#ubuntu-ca 2011-08-01
<BluesKaj> Howdy
#ubuntu-ca 2011-08-02
<cmoixxx> bonjour.
<cmoixxx> if he like me? I have a question
<cmoixxx> allooooooo
<cmoixxx> allooooooo
<cmoixxx> allooooooo
<cmoixxx> exit
<ball> hello KombuchaKip
<KombuchaKip> ball: Hey man. What can I do for you?
 * ball shrugs
<ball> Send me a post card?
<ball> ...I already have some CBC fridge magnets.
 * ball shrugs
<ball> Welcome back.
<BluesKaj> hey folks
#ubuntu-ca 2011-08-03
<BluesKaj> Hello all
<dscassel> Howdy, BluesKaj
<BluesKaj> hiyas dscassel
#ubuntu-ca 2011-08-04
<ball> hello lborda
<BluesKaj> Hiyas all
<bregma> hey folks, it's muggy and warm today, not too hot yet, and the bugs don't seem as bad
<bregma> oneiric ocelot alpha 3 should be released today
<BluesKaj> bregma, yeah...I'm not going to take the plunge again tho ...this one is frought with graphics driver and xorg probs , so far in my experience
<bregma> I'm hoping that is fixed in the alpha 3
<bregma> expecially the kernel bug that caused me to lose important data
<bregma> I'm going to try it on my spare machine, 'cos that's why I have a spare machine
<BluesKaj> right , I have an older linux box as well that I might  try it on
 * genii-around makes more coffee
 * bregma is drinking hot honey-and-lemon to soothe a tickle
<genii-around> There seems to be a lot of people who are getting this nagging summer cough thing.

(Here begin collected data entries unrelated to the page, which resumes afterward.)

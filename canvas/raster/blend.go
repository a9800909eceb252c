package raster

import (
	"encoding/binary"
	"image/color"
)

// Pixels are blended two at a time in 64-bit words: their red and blue in one, sixteen bits apart, their green and alpha in
// another. A strength runs from 0 to 256 there, so that both ends are exact and no lane overflows: 255·256 + 128 < 2^16.

// pairs is an opaque colour, twice, in such words.
type pairs struct{ rb, ga uint64 }

const (
	lanes = 0x00FF00FF00FF00FF
	half  = 0x0080008000800080
)

func pairsOf(c color.NRGBA) pairs {
	const twice = 1 | 1<<32
	return pairs{(uint64(c.R) | uint64(c.B)<<16) * twice, (uint64(c.G) | 255<<16) * twice}
}

// at returns the colour times a strength from 0 to 256, with what rounds to nearest.
func (c pairs) at(a uint64) pairs { return pairs{c.rb*a + half, c.ga*a + half} }

// full turns a strength from 0 to 255 into one from 0 to 256.
func full(a uint32) uint64 { return uint64(a + a>>7) }

// over lays a colour, made by at, over two pixels; n is 256 less its strength.
func (c pairs) over(v, n uint64) uint64 {
	return ((v&lanes)*n+c.rb)>>8&lanes | ((v>>8&lanes)*n+c.ga)&(lanes<<8)
}

// one lays the colour over the pixel at the beginning of q at a strength from 0 to 256.
func (c pairs) one(q []uint8, a uint64) {
	v := uint64(binary.LittleEndian.Uint32(q))
	binary.LittleEndian.PutUint32(q, uint32(c.at(a).over(v, 256-a)))
}

// eight lays a colour, made by at, over the eight pixels at the beginning of q.
func (c pairs) eight(q []uint8, n uint64) {
	q = q[:32:32]
	binary.LittleEndian.PutUint64(q[0:], c.over(binary.LittleEndian.Uint64(q[0:]), n))
	binary.LittleEndian.PutUint64(q[8:], c.over(binary.LittleEndian.Uint64(q[8:]), n))
	binary.LittleEndian.PutUint64(q[16:], c.over(binary.LittleEndian.Uint64(q[16:]), n))
	binary.LittleEndian.PutUint64(q[24:], c.over(binary.LittleEndian.Uint64(q[24:]), n))
}

// plainSpan blends one colour at one strength.
func (p *painter) plainSpan(y, x0, x1 int, cover uint32) {
	a := full(scale(cover, p.a))
	pix := p.pix[(y*p.w+x0)*4 : (y*p.w+x1)*4]
	c, n := p.pairs.at(a), 256-a
	for ; len(pix) >= 32; pix = pix[32:] {
		c.eight(pix, n)
	}
	for ; len(pix) >= 4; pix = pix[4:] {
		v := uint64(binary.LittleEndian.Uint32(pix))
		binary.LittleEndian.PutUint32(pix, uint32(c.over(v, n)))
	}
}

// maskedSpan blends one colour, less where ink lies over it or the clip lets less through. Eight pixels without ink that
// are wholly inside or wholly outside of the clip go at once.
func (p *painter) maskedSpan(y, x0, x1 int, cover uint32) {
	a := scale(cover, p.a)
	from, to := y*p.w+x0, y*p.w+x1
	pix := p.pix[from*4 : to*4]
	var under, clip []uint8
	if p.under != nil {
		under = p.under[from:to]
	}
	if p.clip != nil {
		clip = p.clip[from:to]
	}
	f := full(a)
	c, n := p.pairs.at(f), 256-f
	if p.inkColour != nil && clip == nil {
		p.underInk(pix, under, f)
		return
	}
	for i := 0; i < to-from; {
		if i+8 <= to-from {
			u, k := word(under, i, 0), word(clip, i, ^uint64(0))
			if k == 0 || u == ^uint64(0) {
				i += 8
				continue
			}
			if k == ^uint64(0) && u == 0 {
				c.eight(pix[i*4:], n)
				i += 8
				continue
			}
		}
		for end := min(i+8, to-from); i < end; i++ {
			s := a
			if clip != nil {
				s = scale(s, uint32(clip[i]))
			}
			if under != nil {
				s = scale(s, 255-uint32(under[i]))
			}
			if s != 0 {
				p.pairs.one(pix[i*4:i*4+4], full(s))
			}
		}
	}
}

// underInk blends one colour under ink of a known colour. Where ink covers a share m of a pixel, the pixel shows
// m·ink + (1-m)·below; laying the colour on what is below with a strength is the same as moving the whole pixel with that
// strength towards m·ink + (1-m)·colour. Taking (1-m) of the strength instead would leave a seam of floor along walls.
func (p *painter) underInk(pix, under []uint8, strength uint64) {
	c, n := p.pairs.at(strength), 256-strength
	for i, u := range under {
		q := pix[i*4 : i*4+4]
		switch u {
		case 255:
		case 0:
			v := uint64(binary.LittleEndian.Uint32(q))
			binary.LittleEndian.PutUint32(q, uint32(c.over(v, n)))
		default:
			m := full(uint32(u))
			mixed := p.inkColour.at(m).over(p.pairs.rb|p.pairs.ga<<8, 256-m)
			t := pairs{mixed & lanes, mixed >> 8 & lanes}
			t.one(q, strength)
		}
	}
}

// word returns eight bytes of a mask from i on, or what stands for no mask.
func word(m []uint8, i int, none uint64) uint64 {
	if m == nil {
		return none
	}
	return binary.LittleEndian.Uint64(m[i : i+8])
}

// putCover writes the same coverage all along.
func putCover(m []uint8, cover uint8) {
	const each = 0x0101010101010101
	for v := uint64(cover) * each; len(m) >= 8; m = m[8:] {
		binary.LittleEndian.PutUint64(m, v)
	}
	for i := range m {
		m[i] = cover
	}
}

<bregma> yeah, it's been running through my family
<bregma> I think even the dog had it
<genii-around> It's been pretty long without rain here in Toronto, I think that and the pollution probably are contributing. My house-mate's kids all were coughing for weeks until it rained
<genii-around> Woo, boss gave me two good tickets to tonight's Argos-Alouettes game
<bregma> my older daughter's boyfriend is coming over to make her watch a Star Trek marathon...  coming along nicely
<genii-around> Maybe she'll start learning Klingon and going to conventions!
<bregma> I was trying to convince her to join Ubuntu Women and go to UDS with me
<bregma> maybe he'll have more luck
<bregma> he's already shown her Ubuntu is good for more than facebooking
<genii-around> Cool.
<bregma> I'll see if I can convince this young man, Wossname, to get involved in the Ubuntu project and not just be a happy user
<bregma> although if he messes with my daughter, I'll still sick the dog on him
#ubuntu-ca 2011-08-05
<BluesKaj> Hiyas all
<bregma> oops, late start this morning!
<genii-around> That's what coffee is good for!
<BluesKaj> right genii-around ...heading to the kitchen now
<bregma> it's what last-minute requests from you daughter to be driven in to work 'cos she forgot and was up late watching Star Trek with her boyfriend will do to you
<bregma> the coffee is always assumed
<bregma> medium-roast Hawaiian today
<genii-around> Good choice
<bregma> I prefer the mellowness of a Costa Rican but I thought I'd mix it up a bit
<genii-around> My coworker is getting me more into drinking tea these days, since I'm supposed to be cutting down on the caffeine
<bregma> you'll probably want to switch to tisanes so you're not tempted to drink more tea to make up the difference
<bregma> licorice is good, it has the bitterness
<genii-around> Todays tea is blackberry, pretty good actually
<bregma> problem I have with tea is the lack of the full, rich body and the balance of acid, bitter, and flavour ... tea is thin and has just bitter and flavour
<genii-around> Yes, coffee does seem to be much more substantial
<BluesKaj> getting tired of these 30 degree days , frankly I'll be glad when sept rolls around
<genii-around> Since my office is in the basement where it's cool, I don't notice it much on weekdays. But yeah it gets tough to sleep when you're drenched in sweat
<bregma> I have a huge backlog of wood to split and stack before September, I'm hoping for some cool days
<bregma> sorry about the pun there
<BluesKaj> we have A/C but I like being outside and puttering around the yard ...I have some tree trimming to do and it 's just too damn hot for that kind of work.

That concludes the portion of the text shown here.